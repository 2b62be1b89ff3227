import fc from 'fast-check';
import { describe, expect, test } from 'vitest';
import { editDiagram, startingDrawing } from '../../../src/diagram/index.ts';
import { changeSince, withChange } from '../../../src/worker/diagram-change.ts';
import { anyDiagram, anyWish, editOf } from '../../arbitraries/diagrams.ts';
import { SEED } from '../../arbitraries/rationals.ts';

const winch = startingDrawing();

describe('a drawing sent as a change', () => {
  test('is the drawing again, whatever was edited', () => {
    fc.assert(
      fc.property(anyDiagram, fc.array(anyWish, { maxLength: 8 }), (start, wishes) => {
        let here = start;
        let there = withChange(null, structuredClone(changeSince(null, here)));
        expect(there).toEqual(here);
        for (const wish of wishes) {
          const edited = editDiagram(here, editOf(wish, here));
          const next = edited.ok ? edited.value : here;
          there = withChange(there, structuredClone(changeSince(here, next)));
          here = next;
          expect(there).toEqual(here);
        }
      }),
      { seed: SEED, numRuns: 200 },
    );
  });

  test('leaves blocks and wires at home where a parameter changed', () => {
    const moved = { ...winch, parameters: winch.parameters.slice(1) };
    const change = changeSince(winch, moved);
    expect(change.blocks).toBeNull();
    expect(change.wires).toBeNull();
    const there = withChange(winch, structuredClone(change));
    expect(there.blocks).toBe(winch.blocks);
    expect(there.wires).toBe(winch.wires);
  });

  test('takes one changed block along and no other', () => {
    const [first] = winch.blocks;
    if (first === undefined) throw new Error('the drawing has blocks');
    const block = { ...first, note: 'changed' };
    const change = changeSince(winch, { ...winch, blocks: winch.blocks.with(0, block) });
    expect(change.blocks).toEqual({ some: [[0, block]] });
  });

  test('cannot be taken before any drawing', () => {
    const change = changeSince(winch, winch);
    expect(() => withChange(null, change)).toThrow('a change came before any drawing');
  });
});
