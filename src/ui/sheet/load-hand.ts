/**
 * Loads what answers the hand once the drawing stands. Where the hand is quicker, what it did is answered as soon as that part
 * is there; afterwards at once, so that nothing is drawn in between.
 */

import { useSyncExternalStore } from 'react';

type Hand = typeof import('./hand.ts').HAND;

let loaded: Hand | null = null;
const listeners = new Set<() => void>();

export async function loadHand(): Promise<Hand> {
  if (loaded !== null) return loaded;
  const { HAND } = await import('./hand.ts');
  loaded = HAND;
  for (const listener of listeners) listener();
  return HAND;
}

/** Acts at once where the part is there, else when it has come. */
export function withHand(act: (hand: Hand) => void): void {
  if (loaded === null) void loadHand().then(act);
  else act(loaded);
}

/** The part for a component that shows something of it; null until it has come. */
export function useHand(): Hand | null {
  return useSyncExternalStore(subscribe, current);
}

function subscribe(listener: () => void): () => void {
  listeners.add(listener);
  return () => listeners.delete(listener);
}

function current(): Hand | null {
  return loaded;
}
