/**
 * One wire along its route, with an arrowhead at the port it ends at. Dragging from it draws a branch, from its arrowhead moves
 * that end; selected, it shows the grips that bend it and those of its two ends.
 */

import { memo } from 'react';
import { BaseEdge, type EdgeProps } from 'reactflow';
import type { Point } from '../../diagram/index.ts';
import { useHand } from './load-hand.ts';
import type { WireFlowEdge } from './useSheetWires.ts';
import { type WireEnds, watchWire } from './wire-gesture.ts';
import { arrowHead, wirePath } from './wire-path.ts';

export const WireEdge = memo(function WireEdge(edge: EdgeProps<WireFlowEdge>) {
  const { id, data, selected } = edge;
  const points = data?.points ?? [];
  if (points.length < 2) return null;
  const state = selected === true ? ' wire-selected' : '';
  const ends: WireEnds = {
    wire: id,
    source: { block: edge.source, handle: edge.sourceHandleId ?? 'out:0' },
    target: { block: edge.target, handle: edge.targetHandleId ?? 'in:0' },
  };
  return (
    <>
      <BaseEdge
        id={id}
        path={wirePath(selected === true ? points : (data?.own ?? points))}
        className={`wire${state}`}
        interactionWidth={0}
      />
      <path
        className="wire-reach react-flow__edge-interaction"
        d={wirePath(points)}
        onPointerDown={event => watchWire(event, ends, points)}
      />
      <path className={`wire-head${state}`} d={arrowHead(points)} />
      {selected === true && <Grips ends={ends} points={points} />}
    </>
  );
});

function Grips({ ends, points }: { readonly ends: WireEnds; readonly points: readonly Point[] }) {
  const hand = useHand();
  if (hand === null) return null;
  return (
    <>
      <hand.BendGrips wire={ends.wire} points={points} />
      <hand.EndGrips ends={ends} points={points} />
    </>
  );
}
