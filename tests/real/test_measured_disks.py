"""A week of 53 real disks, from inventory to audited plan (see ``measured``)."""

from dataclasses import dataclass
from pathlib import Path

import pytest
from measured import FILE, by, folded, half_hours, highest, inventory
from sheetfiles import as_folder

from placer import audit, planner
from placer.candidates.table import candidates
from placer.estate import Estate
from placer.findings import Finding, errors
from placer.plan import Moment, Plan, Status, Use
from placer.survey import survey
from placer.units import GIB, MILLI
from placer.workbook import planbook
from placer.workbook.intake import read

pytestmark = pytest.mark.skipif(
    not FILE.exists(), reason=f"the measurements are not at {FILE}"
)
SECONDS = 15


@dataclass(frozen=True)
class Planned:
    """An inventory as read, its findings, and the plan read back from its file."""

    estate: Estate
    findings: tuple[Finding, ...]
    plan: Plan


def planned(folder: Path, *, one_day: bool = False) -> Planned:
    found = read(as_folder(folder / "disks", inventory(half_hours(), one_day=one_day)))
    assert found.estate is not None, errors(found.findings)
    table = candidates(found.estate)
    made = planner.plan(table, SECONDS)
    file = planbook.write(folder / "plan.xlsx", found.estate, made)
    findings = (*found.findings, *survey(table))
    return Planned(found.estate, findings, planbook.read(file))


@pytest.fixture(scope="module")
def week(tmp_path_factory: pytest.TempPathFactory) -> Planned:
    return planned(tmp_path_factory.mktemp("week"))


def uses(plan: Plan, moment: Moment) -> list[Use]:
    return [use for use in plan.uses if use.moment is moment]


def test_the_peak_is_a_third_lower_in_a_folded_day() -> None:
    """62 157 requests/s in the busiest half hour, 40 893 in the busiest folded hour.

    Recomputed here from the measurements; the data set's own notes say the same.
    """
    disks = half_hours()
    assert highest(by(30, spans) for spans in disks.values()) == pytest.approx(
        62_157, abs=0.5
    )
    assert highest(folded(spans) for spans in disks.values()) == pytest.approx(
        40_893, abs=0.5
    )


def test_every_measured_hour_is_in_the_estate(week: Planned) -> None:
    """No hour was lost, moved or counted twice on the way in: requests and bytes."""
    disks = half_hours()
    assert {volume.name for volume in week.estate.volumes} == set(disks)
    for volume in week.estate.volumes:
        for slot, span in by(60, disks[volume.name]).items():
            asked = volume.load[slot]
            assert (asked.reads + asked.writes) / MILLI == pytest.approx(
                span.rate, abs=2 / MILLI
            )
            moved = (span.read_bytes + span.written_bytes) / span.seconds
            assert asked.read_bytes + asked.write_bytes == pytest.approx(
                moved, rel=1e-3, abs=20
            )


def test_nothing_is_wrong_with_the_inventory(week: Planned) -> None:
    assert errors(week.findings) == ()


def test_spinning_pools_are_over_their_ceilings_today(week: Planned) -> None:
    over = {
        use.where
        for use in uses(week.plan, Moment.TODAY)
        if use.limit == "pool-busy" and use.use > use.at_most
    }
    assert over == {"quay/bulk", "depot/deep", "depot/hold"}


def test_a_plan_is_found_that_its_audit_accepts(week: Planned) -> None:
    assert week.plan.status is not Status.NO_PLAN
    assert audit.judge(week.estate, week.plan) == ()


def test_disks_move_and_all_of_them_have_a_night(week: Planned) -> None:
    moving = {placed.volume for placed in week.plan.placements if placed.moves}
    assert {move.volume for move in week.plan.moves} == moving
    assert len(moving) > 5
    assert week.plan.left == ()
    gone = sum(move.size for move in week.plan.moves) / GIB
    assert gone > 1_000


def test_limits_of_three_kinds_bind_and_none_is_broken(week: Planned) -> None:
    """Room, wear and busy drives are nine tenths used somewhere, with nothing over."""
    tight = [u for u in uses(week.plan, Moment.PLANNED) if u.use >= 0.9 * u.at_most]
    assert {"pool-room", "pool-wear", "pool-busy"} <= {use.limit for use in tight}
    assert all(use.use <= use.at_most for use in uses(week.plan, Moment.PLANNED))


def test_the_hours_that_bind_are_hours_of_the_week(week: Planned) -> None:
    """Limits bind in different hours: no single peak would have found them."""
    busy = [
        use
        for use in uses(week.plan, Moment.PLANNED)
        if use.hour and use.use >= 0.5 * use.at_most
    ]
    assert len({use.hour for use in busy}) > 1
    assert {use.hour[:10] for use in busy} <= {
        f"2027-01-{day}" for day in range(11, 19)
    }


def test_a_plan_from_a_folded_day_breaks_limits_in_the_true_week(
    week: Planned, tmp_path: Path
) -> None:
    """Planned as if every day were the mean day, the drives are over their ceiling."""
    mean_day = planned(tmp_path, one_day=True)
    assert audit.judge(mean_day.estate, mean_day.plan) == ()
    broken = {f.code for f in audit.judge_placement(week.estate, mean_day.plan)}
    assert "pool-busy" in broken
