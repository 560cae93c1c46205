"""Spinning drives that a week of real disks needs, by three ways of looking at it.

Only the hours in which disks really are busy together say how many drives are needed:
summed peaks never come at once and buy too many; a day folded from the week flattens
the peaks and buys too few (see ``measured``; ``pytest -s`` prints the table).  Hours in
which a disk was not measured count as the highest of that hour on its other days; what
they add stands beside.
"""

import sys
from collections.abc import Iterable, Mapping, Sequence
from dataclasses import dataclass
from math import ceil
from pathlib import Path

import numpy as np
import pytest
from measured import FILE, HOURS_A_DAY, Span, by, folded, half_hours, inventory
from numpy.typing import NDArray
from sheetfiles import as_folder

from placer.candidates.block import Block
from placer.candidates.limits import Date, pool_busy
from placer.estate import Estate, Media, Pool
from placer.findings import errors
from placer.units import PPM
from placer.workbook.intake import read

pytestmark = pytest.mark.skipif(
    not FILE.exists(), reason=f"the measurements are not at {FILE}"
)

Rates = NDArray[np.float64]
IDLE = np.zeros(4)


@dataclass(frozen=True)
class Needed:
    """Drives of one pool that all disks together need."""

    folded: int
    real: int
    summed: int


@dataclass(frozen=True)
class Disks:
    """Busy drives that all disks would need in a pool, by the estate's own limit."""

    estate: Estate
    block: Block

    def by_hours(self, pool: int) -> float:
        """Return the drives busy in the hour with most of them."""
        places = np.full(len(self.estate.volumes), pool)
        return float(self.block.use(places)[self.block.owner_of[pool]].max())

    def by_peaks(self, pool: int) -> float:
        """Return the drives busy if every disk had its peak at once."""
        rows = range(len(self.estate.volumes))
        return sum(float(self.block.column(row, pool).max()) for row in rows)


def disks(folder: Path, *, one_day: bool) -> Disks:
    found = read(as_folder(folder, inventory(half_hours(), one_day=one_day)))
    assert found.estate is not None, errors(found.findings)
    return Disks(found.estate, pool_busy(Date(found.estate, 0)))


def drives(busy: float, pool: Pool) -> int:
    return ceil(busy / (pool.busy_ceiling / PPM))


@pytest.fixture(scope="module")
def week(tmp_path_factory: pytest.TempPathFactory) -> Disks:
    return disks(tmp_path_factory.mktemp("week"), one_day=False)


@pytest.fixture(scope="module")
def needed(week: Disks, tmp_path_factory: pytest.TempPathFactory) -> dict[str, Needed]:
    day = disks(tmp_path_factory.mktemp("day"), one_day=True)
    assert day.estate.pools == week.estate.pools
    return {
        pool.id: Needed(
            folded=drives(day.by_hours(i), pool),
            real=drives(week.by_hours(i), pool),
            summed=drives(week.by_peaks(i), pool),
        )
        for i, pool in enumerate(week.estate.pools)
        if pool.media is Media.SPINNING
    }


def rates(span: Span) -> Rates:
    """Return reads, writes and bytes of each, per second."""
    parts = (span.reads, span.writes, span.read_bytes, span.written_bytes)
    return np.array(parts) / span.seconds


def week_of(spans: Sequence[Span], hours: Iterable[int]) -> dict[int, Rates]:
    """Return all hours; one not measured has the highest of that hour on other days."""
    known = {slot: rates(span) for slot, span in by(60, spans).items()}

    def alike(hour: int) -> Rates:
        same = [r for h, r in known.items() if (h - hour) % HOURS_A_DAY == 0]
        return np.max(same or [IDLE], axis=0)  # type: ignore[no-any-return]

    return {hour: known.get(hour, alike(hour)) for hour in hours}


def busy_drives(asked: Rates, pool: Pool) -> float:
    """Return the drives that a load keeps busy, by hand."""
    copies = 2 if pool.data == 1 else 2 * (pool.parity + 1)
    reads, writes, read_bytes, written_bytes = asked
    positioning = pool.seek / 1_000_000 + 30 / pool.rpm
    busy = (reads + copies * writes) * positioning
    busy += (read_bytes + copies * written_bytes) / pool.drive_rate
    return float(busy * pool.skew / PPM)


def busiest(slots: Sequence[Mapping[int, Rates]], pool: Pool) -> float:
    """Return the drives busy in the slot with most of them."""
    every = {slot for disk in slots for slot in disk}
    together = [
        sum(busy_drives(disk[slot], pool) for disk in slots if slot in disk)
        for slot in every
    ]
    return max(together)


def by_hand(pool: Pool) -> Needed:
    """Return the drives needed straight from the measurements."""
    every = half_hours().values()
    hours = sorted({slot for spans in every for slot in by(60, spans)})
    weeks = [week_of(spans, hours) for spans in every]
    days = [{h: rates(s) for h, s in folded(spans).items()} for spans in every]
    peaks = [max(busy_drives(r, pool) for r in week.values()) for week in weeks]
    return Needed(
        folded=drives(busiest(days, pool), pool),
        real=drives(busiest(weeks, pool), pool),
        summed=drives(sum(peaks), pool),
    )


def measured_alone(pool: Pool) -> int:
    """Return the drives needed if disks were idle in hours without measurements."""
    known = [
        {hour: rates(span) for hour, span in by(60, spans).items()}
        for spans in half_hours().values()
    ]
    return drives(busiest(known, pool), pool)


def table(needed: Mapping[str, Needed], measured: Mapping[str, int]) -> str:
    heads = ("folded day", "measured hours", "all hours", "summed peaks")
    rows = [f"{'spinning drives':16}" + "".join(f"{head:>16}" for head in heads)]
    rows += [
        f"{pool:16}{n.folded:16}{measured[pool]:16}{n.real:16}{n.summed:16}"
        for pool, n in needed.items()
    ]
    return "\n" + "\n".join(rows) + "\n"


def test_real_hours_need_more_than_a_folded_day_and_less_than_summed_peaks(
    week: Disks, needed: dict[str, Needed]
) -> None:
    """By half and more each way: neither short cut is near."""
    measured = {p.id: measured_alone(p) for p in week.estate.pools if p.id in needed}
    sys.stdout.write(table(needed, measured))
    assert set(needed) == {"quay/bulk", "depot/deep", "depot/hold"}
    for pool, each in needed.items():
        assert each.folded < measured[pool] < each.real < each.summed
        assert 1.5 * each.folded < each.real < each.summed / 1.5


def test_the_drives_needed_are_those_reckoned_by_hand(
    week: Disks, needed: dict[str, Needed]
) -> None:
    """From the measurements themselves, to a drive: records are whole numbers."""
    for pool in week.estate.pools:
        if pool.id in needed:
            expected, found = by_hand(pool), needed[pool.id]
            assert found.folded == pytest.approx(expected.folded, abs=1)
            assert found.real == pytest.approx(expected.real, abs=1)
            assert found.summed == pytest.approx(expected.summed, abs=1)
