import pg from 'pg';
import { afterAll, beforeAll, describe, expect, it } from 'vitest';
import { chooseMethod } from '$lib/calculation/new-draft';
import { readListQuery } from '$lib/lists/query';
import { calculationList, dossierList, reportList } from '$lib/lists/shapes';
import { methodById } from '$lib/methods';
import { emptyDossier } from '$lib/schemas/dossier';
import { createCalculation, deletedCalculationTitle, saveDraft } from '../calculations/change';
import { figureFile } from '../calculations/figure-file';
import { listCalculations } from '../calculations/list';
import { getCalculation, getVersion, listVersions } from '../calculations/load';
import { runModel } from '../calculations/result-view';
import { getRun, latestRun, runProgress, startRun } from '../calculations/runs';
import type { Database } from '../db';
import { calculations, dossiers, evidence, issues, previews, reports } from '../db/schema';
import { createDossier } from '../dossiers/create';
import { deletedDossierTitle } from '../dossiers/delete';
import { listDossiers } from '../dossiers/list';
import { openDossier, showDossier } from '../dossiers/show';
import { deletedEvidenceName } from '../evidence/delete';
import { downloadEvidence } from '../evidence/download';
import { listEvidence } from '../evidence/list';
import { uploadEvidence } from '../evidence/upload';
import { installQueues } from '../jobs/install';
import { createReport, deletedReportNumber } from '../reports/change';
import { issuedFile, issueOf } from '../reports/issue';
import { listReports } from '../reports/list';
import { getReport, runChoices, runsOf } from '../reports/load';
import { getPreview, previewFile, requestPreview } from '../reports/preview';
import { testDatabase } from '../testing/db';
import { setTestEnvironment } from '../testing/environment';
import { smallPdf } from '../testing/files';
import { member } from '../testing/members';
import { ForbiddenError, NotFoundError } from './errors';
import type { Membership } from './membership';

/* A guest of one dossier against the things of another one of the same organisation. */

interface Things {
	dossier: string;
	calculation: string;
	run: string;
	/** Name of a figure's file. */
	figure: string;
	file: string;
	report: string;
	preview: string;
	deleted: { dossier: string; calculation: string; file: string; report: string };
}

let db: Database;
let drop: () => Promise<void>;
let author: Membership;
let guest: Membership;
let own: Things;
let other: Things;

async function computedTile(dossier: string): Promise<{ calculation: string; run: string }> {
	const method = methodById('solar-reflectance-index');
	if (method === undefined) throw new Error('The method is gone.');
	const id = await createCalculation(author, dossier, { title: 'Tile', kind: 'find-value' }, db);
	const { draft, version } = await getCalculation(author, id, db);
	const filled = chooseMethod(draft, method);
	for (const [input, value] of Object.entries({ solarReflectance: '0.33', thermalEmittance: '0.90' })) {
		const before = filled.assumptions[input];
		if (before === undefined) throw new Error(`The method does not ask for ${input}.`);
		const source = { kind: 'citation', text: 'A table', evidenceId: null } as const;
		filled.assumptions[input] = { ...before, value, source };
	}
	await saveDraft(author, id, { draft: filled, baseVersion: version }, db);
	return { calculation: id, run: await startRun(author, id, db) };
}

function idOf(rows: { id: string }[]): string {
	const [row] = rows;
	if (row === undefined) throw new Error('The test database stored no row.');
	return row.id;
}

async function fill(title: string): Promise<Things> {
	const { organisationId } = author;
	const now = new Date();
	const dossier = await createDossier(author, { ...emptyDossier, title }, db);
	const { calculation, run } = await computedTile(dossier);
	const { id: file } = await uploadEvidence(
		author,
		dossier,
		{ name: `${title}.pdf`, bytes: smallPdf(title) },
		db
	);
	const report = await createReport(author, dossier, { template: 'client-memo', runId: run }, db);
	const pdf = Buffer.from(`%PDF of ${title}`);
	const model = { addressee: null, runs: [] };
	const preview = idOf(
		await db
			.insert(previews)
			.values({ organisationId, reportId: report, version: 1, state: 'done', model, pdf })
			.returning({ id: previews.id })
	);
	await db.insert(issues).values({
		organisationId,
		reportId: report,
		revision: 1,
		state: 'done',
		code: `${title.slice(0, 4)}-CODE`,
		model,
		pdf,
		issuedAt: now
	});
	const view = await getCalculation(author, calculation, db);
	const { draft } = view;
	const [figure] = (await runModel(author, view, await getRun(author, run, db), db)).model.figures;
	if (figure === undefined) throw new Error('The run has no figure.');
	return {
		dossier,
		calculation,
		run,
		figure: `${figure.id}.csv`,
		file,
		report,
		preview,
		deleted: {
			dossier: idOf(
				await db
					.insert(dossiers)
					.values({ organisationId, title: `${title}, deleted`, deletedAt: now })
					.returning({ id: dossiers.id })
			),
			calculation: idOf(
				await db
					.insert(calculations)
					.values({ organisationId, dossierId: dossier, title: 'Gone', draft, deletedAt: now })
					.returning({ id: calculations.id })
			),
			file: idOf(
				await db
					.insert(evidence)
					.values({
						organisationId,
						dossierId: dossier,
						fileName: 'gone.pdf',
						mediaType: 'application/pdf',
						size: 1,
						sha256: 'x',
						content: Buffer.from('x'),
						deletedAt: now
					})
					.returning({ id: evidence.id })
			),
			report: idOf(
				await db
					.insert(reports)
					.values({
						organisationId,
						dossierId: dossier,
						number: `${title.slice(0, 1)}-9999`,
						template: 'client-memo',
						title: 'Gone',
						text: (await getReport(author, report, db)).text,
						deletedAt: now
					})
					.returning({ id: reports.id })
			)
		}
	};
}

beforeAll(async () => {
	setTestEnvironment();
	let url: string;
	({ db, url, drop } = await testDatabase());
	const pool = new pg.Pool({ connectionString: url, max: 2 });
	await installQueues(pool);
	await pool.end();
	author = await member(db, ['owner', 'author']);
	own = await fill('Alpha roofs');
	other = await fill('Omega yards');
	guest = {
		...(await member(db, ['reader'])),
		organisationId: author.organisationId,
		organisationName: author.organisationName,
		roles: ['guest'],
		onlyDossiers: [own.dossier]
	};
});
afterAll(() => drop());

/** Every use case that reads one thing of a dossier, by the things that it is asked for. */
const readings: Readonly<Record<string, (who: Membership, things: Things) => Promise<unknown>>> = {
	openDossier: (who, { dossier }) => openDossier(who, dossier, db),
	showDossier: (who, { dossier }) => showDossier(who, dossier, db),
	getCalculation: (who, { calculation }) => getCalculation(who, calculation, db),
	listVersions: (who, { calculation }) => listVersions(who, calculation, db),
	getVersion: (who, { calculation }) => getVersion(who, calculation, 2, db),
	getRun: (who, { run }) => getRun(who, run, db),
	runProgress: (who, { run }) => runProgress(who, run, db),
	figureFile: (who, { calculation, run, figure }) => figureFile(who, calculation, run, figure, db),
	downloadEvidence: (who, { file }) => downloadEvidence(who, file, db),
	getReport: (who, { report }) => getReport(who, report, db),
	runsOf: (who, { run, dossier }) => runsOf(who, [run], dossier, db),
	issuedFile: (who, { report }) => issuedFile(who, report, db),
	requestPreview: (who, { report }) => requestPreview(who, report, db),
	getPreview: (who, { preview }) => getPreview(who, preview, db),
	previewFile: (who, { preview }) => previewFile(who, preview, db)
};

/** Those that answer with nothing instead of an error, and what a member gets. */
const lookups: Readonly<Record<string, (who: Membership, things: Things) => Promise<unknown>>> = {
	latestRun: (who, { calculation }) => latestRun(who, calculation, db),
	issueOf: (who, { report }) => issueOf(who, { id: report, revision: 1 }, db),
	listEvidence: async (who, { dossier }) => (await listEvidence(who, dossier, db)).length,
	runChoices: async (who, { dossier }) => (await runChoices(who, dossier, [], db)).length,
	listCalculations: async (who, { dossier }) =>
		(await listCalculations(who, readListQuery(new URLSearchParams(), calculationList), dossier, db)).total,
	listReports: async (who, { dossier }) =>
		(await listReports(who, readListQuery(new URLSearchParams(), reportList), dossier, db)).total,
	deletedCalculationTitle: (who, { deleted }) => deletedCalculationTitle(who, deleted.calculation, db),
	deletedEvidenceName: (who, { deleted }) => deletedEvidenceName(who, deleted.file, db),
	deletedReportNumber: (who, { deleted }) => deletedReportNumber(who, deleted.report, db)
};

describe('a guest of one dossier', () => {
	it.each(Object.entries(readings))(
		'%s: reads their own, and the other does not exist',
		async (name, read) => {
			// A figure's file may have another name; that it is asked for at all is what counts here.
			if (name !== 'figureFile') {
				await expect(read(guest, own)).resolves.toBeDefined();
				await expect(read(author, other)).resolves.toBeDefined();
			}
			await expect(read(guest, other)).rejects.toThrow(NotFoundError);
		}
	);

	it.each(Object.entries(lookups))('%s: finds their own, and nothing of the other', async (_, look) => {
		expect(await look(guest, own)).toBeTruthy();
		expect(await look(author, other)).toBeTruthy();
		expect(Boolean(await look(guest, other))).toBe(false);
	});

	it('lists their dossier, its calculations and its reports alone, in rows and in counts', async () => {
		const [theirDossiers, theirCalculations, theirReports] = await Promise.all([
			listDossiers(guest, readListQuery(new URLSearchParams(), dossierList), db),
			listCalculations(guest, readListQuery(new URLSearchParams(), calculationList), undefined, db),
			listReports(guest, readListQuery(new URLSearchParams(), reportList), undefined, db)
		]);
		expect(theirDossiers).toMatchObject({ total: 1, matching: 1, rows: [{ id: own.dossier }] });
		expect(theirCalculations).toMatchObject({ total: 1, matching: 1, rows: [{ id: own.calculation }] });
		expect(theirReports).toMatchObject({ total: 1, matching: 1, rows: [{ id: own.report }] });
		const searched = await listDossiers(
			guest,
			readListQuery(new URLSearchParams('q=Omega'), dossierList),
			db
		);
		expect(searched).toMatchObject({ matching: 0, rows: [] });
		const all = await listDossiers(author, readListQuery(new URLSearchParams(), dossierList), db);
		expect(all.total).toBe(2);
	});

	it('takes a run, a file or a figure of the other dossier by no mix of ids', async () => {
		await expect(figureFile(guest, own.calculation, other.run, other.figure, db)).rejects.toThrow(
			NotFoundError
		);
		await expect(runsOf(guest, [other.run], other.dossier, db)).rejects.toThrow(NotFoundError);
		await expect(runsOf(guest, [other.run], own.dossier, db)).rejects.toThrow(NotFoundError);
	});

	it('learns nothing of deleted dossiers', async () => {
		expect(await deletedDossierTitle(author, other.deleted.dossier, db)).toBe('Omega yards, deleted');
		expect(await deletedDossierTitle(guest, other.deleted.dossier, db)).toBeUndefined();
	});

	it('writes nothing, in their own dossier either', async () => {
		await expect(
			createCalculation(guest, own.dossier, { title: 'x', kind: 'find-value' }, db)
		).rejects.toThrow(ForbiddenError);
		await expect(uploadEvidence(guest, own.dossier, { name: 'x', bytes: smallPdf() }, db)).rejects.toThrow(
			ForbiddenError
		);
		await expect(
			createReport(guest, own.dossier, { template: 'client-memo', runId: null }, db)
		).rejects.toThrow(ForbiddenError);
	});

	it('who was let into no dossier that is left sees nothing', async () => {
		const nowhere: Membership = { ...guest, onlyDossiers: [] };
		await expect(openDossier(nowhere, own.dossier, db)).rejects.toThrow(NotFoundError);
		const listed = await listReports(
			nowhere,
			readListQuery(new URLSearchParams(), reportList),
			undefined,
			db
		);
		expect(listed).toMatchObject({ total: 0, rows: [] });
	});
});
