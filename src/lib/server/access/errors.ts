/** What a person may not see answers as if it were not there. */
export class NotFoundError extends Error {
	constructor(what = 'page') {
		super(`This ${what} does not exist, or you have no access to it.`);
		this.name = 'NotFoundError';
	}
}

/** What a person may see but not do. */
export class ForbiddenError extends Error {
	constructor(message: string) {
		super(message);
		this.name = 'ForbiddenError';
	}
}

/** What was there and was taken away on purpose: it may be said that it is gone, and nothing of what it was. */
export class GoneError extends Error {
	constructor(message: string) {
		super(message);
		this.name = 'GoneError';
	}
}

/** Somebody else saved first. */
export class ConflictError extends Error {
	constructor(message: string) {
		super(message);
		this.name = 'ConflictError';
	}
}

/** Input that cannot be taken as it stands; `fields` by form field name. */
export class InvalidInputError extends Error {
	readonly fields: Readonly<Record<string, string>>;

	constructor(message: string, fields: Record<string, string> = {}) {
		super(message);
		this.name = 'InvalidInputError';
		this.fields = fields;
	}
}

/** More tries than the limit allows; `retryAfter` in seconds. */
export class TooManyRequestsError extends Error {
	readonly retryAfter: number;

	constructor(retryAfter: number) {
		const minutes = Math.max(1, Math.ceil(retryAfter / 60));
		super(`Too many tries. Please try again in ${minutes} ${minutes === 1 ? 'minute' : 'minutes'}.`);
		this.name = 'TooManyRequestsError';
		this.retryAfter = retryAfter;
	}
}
* * * * *
Please give an exact copy of the lines above, beginning with the line containing "it('takes a run, a" and running through the line containing "it('learns nothing of", and of no other lines.

	it('takes a run, a file or a figure of the other dossier by no mix of ids', async () => {
		await expect(figureFile(guest, own.calculation, other.run, other.figure, db)).rejects.toThrow(
			NotFoundError
		);
		await expect(runsOf(guest, [other.run], other.dossier, db)).rejects.toThrow(NotFoundError);
		await expect(runsOf(guest, [other.run], own.dossier, db)).rejects.toThrow(NotFoundError);
	});

	it('learns nothing of deleted dossiers', async () => {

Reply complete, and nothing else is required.